- DATA TO EXAMINE:
import type { QueryOf, ReplyOf } from '@shared/contract/endpoint';
import type { listUnplanned } from '@shared/visits/visits-contract';
import { Binds } from '@db/binds';
import type { Tenant } from '@db/tenant-transaction';
import type { Actor } from '../access/actor';
import { visibleStores } from '../access/visible-stores';
import { naturalOrder, searchText } from '../fleet/search-text';
import { asPlannedTask, plannedTaskRows, stateAt, sumMinutes } from './planned-tasks';
import { type Stop, stopColumn } from './stop-columns';
import { freeToPlan } from './visit-tasks';

type Query = QueryOf<typeof listUnplanned>;

interface StoreRow {
  store: Stop;
  chainName: string;
  regionName: string;
  closesOn: string;
  overdue: number;
}

const sorts: Readonly<Record<Query['sort'], string>> = {
  closesOn: `min(t.closes_on), ${naturalOrder('s.number')}, s.id`,
  '-tasks': `count(*) DESC, min(t.closes_on), s.id`,
  store: `${naturalOrder('s.number')}, s.id`,
};

/** Stores with technicians’ tasks that can be done and wait for no visit. */
export async function unplannedStores(
  tenant: Tenant,
  actor: Actor,
  query: Query,
  now: Date,
): Promise<ReplyOf<typeof listUnplanned>> {
  const binds = new Binds();
  const at = binds.add(now);
  const where = conditions(actor, query, binds, at);
  const from = `FROM tasks t JOIN stores s ON s.id = t.store_id
    JOIN chains c ON c.id = s.chain_id JOIN regions g ON g.id = s.region_id WHERE ${where}`;
  const [count] = await tenant.rows<{ total: number }>(
    `SELECT count(DISTINCT s.id)::int AS total ${from}`,
    binds.values,
  );
  const { page, pageSize } = query;
  const rows = await tenant.rows<StoreRow>(
    `SELECT ${stopColumn}, c.name AS "chainName", g.name AS "regionName",
       min(t.closes_on) AS "closesOn",
       (count(*) FILTER (WHERE ${stateAt(at)} = 'overdue'))::int AS overdue
     ${from} GROUP BY s.id, c.id, g.id ORDER BY ${sorts[query.sort]}
     LIMIT ${binds.add(pageSize)} OFFSET ${binds.add((page - 1) * pageSize)}`,
    binds.values,
  );
  const tasks = await tasksOf(tenant, query, rows, now);
  return {
    rows: rows.map((row) => {
      const its = tasks.filter(({ storeId }) => storeId === row.store.id).map(asPlannedTask);
      return { ...row, minutes: sumMinutes(its), tasks: its };
    }),
    total: count?.total ?? 0,
    page,
    pageSize,
  };
}

function tasksOf(tenant: Tenant, query: Query, rows: readonly StoreRow[], now: Date) {
  if (rows.length === 0) return [];
  const binds = new Binds();
  const stores = binds.add(rows.map(({ store }) => store.id));
  const open = openTasks(query.by, binds, binds.add(now));
  return plannedTaskRows(tenant, binds, `t.store_id = ANY(${stores}::uuid[]) AND ${open}`, now);
}

function openTasks(by: string, binds: Binds, now: string): string {
  return `t.audience = 'technician' AND t.outcome = 'none' AND t.lapses_at > ${now}::timestamptz
    AND (t.opens_at AT TIME ZONE t.time_zone)::date <= ${binds.add(by)}::date
    AND ${freeToPlan(now)}`;
}

function conditions(actor: Actor, query: Query, binds: Binds, now: string): string {
  const all = [
    visibleStores(actor, 'visits.plan', binds),
    's.retired_at IS NULL',
    openTasks(query.by, binds, now),
    searchText(query.q, ['s.number', 's.name', 's.city', 's.postal_code', 'c.name'], binds),
  ];
  if (query.region) all.push(`s.region_id = ${binds.add(query.region)}`);
  if (query.chain) all.push(`s.chain_id = ${binds.add(query.chain)}`);
  return all.join(' AND ');
}
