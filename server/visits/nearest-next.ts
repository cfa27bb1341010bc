import { type Position, distanceMetres } from '../fleet/locate-store';

/**
 * The order in which each stop is the nearest of those left, beginning at `start`; without a start
 * the first stop given stays first. Of equally near ones the one given first comes first. A quick,
 * foreseeable order, not the shortest one there is.
 *
 * @param start where the day begins, or null when that is not known
 * @example nearestNext({ latitude: 0, longitude: 0 }, [at(0, 3), at(0, 1), at(0, -1.5)]) // 1, 3, -1.5
 */
export function nearestNext<T extends Position>(start: Position | null, stops: readonly T[]): T[] {
  const left = [...stops];
  const ordered: T[] = [];
  let here: Position | null | undefined = start;
  while (left.length > 0) {
    const from = here;
    const index = from ? indexOfNearest(from, left) : 0;
    const [next] = left.splice(index, 1) as [T];
    ordered.push(next);
    here = next;
  }
  return ordered;
}

function indexOfNearest(from: Position, stops: readonly Position[]): number {
  let nearest = 0;
  let least = Infinity;
  stops.forEach((stop, index) => {
    const metres = distanceMetres(from, stop);
    if (metres < least) [nearest, least] = [index, metres];
  });
  return nearest;
}
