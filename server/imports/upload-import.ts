import { guessDateOrder, guessFields } from '@shared/imports/guess-fields';
import type { ImportKind } from '@shared/imports/import-fields';
import { conflict } from '@shared/problem';
import type { Tenant } from '@db/tenant-transaction';
import type { Actor } from '../access/actor';
import { recordEvent } from '../audit/record-event';
import type { Services } from '../http/services';
import { FileStore, newFileKey } from '../uploads/file-store';
import type { ReceivedFile } from '../uploads/receive-file';
import { previewTable } from './preview-table';
import { formatOf } from './read-table';

const contentTypes = {
  csv: 'text/csv',
  xlsx: 'application/vnd.openxmlformats-officedocument.spreadsheetml.sheet',
} as const;

/**
 * Keeps a file that is to be imported, with what its columns are taken for. Sent again under the same
 * id by the same person it changes nothing.
 * @throws Problem 422 when it cannot be read as a table; 409 when the id is another's; 503
 */
export async function uploadImport(
  tenant: Tenant,
  actor: Actor,
  services: Services,
  { id, kind }: { readonly id: string; readonly kind: ImportKind },
  file: ReceivedFile,
): Promise<void> {
  const before = await tenant.row<{ own: boolean }>(
    'SELECT created_by = $2 AS own FROM imports WHERE id = $1',
    [id, actor.personId],
  );
  if (before?.own === false) throw conflict('This id stands for another import.');
  if (before) return;
  const format = formatOf(file.bytes);
  const { columns, values } = await previewTable(file.bytes, format);
  const headings = columns.map(({ heading }) => heading);
  const fields = guessFields(kind, headings);
  const key = newFileKey(tenant.organisationId, 'import');
  await new FileStore(services).put(key, file.bytes, contentTypes[format]);
  const made = await tenant.row(
    `INSERT INTO imports (id, organisation_id, kind, storage_key, file_name, file_bytes, format,
       columns, date_order, created_by, created_at)
     VALUES ($1, $2, $3, $4, $5, $6, $7, $8, $9, $10, $11) ON CONFLICT DO NOTHING RETURNING id`,
    [
      id,
      tenant.organisationId,
      kind,
      key,
      file.name,
      file.bytes.length,
      format,
      JSON.stringify(columns.map((column, index) => ({ ...column, field: fields[index] ?? null }))),
      guessDateOrder(values, actor.locale === 'es' ? 'dmy' : 'mdy'),
      actor.personId,
      services.now(),
    ],
  );
  if (!made) throw conflict('This id stands for another import.');
  await recordEvent(tenant, {
    actorId: actor.personId,
    subjectKind: 'import',
    subjectId: id,
    action: 'import-uploaded',
    detail: { kind, fileName: file.name, bytes: file.bytes.length },
  });
}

- WORK REQUIRED: Write out word for word only the lines from the start of the entries down to the line with "s.id, c.id, g.id", please, including both ends.

- RESULT:
import type { QueryOf, ReplyOf } from '@shared/contract/endpoint';
import type { listUnplanned } from '@shared/visits/visits-contract';
import { Binds } from '@db/binds';
import type { Tenant } from '@db/tenant-transaction';
import type { Actor } from '../access/actor';
import { visibleStores } from '../access/visible-stores';
import { naturalOrder, searchText } from '../fleet/search-text';
import { asPlannedTask, plannedTaskRows, stateAt, sumMinutes } from './planned-tasks';
import { type Stop, stopColumn } from './stop-columns';
import { freeToPlan } from './visit-tasks';

type Query = QueryOf<typeof listUnplanned>;

interface StoreRow {
  store: Stop;
  chainName: string;
  regionName: string;
  closesOn: string;
  overdue: number;
}

const sorts: Readonly<Record<Query['sort'], string>> = {
  closesOn: `min(t.closes_on), ${naturalOrder('s.number')}, s.id`,
  '-tasks': `count(*) DESC, min(t.closes_on), s.id`,
  store: `${naturalOrder('s.number')}, s.id`,
};

/** Stores with technicians’ tasks that can be done and wait for no visit. */
export async function unplannedStores(
  tenant: Tenant,
  actor: Actor,
  query: Query,
  now: Date,
): Promise<ReplyOf<typeof listUnplanned>> {
  const binds = new Binds();
  const at = binds.add(now);
  const where = conditions(actor, query, binds, at);
  const from = `FROM tasks t JOIN stores s ON s.id = t.store_id
    JOIN chains c ON c.id = s.chain_id JOIN regions g ON g.id = s.region_id WHERE ${where}`;
  const [count] = await tenant.rows<{ total: number }>(
    `SELECT count(DISTINCT s.id)::int AS total ${from}`,
    binds.values,
  );
  const { page, pageSize } = query;
  const rows = await tenant.rows<StoreRow>(
    `SELECT ${stopColumn}, c.name AS "chainName", g.name AS "regionName",
       min(t.closes_on) AS "closesOn",
       (count(*) FILTER (WHERE ${stateAt(at)} = 'overdue'))::int AS overdue
     ${from} GROUP BY s.id, c.id, g.id ORDER BY ${sorts[query.sort]}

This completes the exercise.